Percival Everett, James (2024). This novel retells the story of Huckleberry Finn from the standpoint of the enslaved Jim (here, called “James”). Although it may be heresy to admit this, I enjoyed James more than Mark Twain’s original, which I reread at the same time!

Bernard Malamud, The Fixer (1967). This novel, which won both the National Book Award and the Pulitzer Prize in 1967, is based on the true story of a poor Jew in Tsarist Russia who is accused of the ritual murder of a Russian boy. Difficult to read but impossible to put down.

Gary Shteyngart, Vera, or Faith (2025)This dystopian tale follows a precocious 10 year old girl  (Vera) in near-future America. The story, told from Vera’s perspective, follows her attempts to connect with her Korean-American birth mother and to hold together her (very!) blended family as it struggles with rising authoritarianism. Somber yet hilarious!

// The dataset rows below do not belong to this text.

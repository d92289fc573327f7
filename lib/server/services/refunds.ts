import "server-only";
import { randomUUID } from "node:crypto";
import Stripe from "stripe";
import { insertRefund, lockPaymentForRefund, markRefundFailed, setRefundProcessorId } from "@/db/queries/office";
import { transaction } from "@/db/transaction";
import { audit } from "@/lib/server/audit";
import { isEngineError } from "@/lib/engine/engine-error";
import { AppError } from "@/lib/server/errors";
import { stripe } from "@/lib/server/payments";
import { formatMinor, toMinor } from "@/lib/engine/pricing/money";
import { queueRefundNotice } from "@/lib/server/services/notices";
import { getShop } from "@/lib/server/services/shop";
import type { RefundFormValues } from "@/lib/validation/office";

export type RefundRequested = { refundId: string; amountMinor: number; status: "requested" };

function money(amountMinor: number, exponent: number, code: string) {
  return `${code} ${formatMinor(amountMinor, exponent)}`;
}

/**
 * Asks the processor to refund part or all of a paid payment.
 *
 * The payment row is locked while the amount is checked and the refund row (status "requested", our own
 * idempotency key) is written, so two refunds at once can never add up to more than was paid: a requested
 * refund counts against what is left until the processor's webhook settles it. The processor call happens
 * after the commit; the refund is confirmed only by the `charge.refunded` webhook.
 */
export async function requestRefund({
  paymentId,
  input,
  actorId,
}: {
  paymentId: string;
  input: RefundFormValues;
  actorId: string;
}): Promise<RefundRequested> {
  const shop = await getShop();
  const { exponent, code } = shop.policy.currency;
  let amountMinor: number;
  try {
    amountMinor = toMinor(input.amount, exponent, "amount");
  } catch (e) {
    if (isEngineError(e)) throw new AppError("invalid_input", "Some fields need attention.", { amount: e.message });
    throw e;
  }
  if (amountMinor <= 0) throw new AppError("invalid_input", "Some fields need attention.", { amount: "A refund must be more than zero." });

  const refundId = randomUUID();
  const idempotencyKey = `refund-${refundId}`;
  const payment = await transaction(async (ctx) => {
    const locked = await lockPaymentForRefund(ctx, { paymentId });
    if (!locked) throw new AppError("not_found", "That payment was not found.");
    const { payment: p, inFlightMinor } = locked;
    if (p.status !== "paid" || !p.paymentIntentId) throw new AppError("conflict", "Only a payment that has been received can be refunded.");
    const left = p.amountMinor - p.refundedMinor - inFlightMinor;
    if (amountMinor > left) {
      const pending = inFlightMinor > 0 ? ` (${money(inFlightMinor, exponent, code)} of refunds are still waiting for the processor)` : "";
      throw new AppError(
        "conflict",
        left <= 0
          ? `Nothing is left to refund on this payment${pending}.`
          : `At most ${money(left, exponent, code)} can be refunded on this payment${pending}.`,
        { amount: `At most ${formatMinor(Math.max(left, 0), exponent)}.` },
      );
    }
    await insertRefund(ctx, { id: refundId, paymentId, amountMinor, reason: input.reason, idempotencyKey, createdBy: actorId });
    await audit(ctx, {
      actorId,
      action: "refund.request",
      entity: "payment",
      entityId: paymentId,
      before: { refundedMinor: p.refundedMinor, inFlightMinor },
      after: { refundId, amountMinor, reason: input.reason, status: "requested" },
    });
    await queueRefundNotice(ctx, { paymentId, refundId, amountMinor });
    return p;
  });

  try {
    const result = await stripe().refunds.create(
      { payment_intent: payment.paymentIntentId!, amount: amountMinor, metadata: { refundId, paymentId, jobId: payment.jobId } },
      { idempotencyKey },
    );
    if (result.status === "failed" || result.status === "canceled") {
      await failRefund({ refundId, paymentId, actorId, why: `processor status ${result.status}` });
      throw new AppError("unavailable", "The payment processor declined this refund. Nothing was refunded; you can try again.");
    }
    await setRefundProcessorId({ refundId, processorRefundId: result.id });
  } catch (e) {
    if (e instanceof AppError) throw e;
    const why = e instanceof Stripe.errors.StripeError ? `${e.type}${e.code ? ` ${e.code}` : ""}` : "no answer";
    await failRefund({ refundId, paymentId, actorId, why });
    if (e instanceof Stripe.errors.StripeInvalidRequestError) {
      throw new AppError("conflict", "The payment processor refused this refund. Nothing was refunded; check the amount and try again.");
    }
    throw new AppError("unavailable", "The payment processor did not answer in time. Nothing was refunded; please try again in a moment.");
  }
  return { refundId, amountMinor, status: "requested" };
}

async function failRefund({ refundId, paymentId, actorId, why }: { refundId: string; paymentId: string; actorId: string; why: string }) {
  await transaction(async (ctx) => {
    const row = await markRefundFailed(ctx, { refundId });
    if (!row) return;
    await audit(ctx, {
      actorId,
      action: "refund.failed",
      entity: "payment",
      entityId: paymentId,
      before: { refundId, status: "requested" },
      after: { refundId, status: "failed", why },
    });
  });
}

Wallace Stegner, The Angle of Repose (1971). This Pulitzer Prize–winning novel weaves together the story of a retired historian confined to a wheelchair and the 19th-century frontier lives of his grandparents, whose letters and papers he is studying.

Elizabeth Strout, Olive, Again (2019) This novel, told through interconnected stories,  focuses on Olive Kitteridge, 
a prickly retired math teacher from Crosby, Maine featured in a previous Strout novel. It spans roughly a decade of Olive’s later life as she navigates aging, loneliness, love, regret, and connection. You can’t go wrong with this or with any of Strout’s novels!

NonFiction ——————–

Frances Dinkelspiel, Towers of Gold (2008). This  is a biography of the author’s great-great-grandfather, Isaias Hellman, a Jewish immigrant who rose from penniless store clerk to powerful financier in California. It chronicles how Hellman’s financial acumen and investments in industries like banking (including Wells Fargo), transportation, viticulture, and oil played a pivotal role in transforming California from a raw frontier into a modern economy. A terrific read!

Richard Federko, A Walk in the Park (2024). Just how many things can go wrong when you attempt to hike the entire Grand Canyon? More than you can imagine!

Stephen Greenblatt, Dark Renaissance (2025). I had no previous interest in Christopher Marlowe and knew only that he was a contemporary of Shakespeare. My bad! Marlowe’s story, told by a master storyteller, is as fascinating as that of the Bard of Avon!

Patrick McGee, Apple in China (2025). McGee chronicles the background of Apple’s placing all of its bets on China, currently doing 90% of its manufacturing there. It is thereby putting itself at great risk as well as training China’s next generation of engineers, who may go on to develop hostile technology. 

Russell Shorto, The Island at the Center of the World (2004). Who knew that New Amsterdam, the Dutch colony that became New York, was the font of American diversity or that a a Dutch-born lawyer named Adriaen van der Donck was the true father of the liberties we cherish?

Ian Tattersall, Masters of the Planet: The Search for Our Human Origins (2012). This book explores how Homo Sapiens became the dominant species on Earth, focusing on the unique traits that allowed us to outcompete other human species, such as Neanderthals. 

Amanda Vaill, Pride and Pleasure: The Schuyler Sisters in an Age of Revolution (2025). Having revered Ron Chernow’s Hamilton in 2016, I wondered what more there was to say about this man and his family.  Much, much more, it turns out, especially when the focus is on his wife and sister-in-law!


Irvin Yalom, Becoming Myself: A Psychiatrist’s Memoir (2017).  Yalom arose from an impoverished immigrant home to become a foremost modern psychotherapist, writing numerous books along the way (I read three of his other books this year, as well as this one!)

My very favorite books this year were:

Fiction – Brooks, Geraldine, March (2005).

Non-Fiction – Stephen Greenblatt, Dark Renaissance (2025). 

Happy New Year and happy reading to all of you!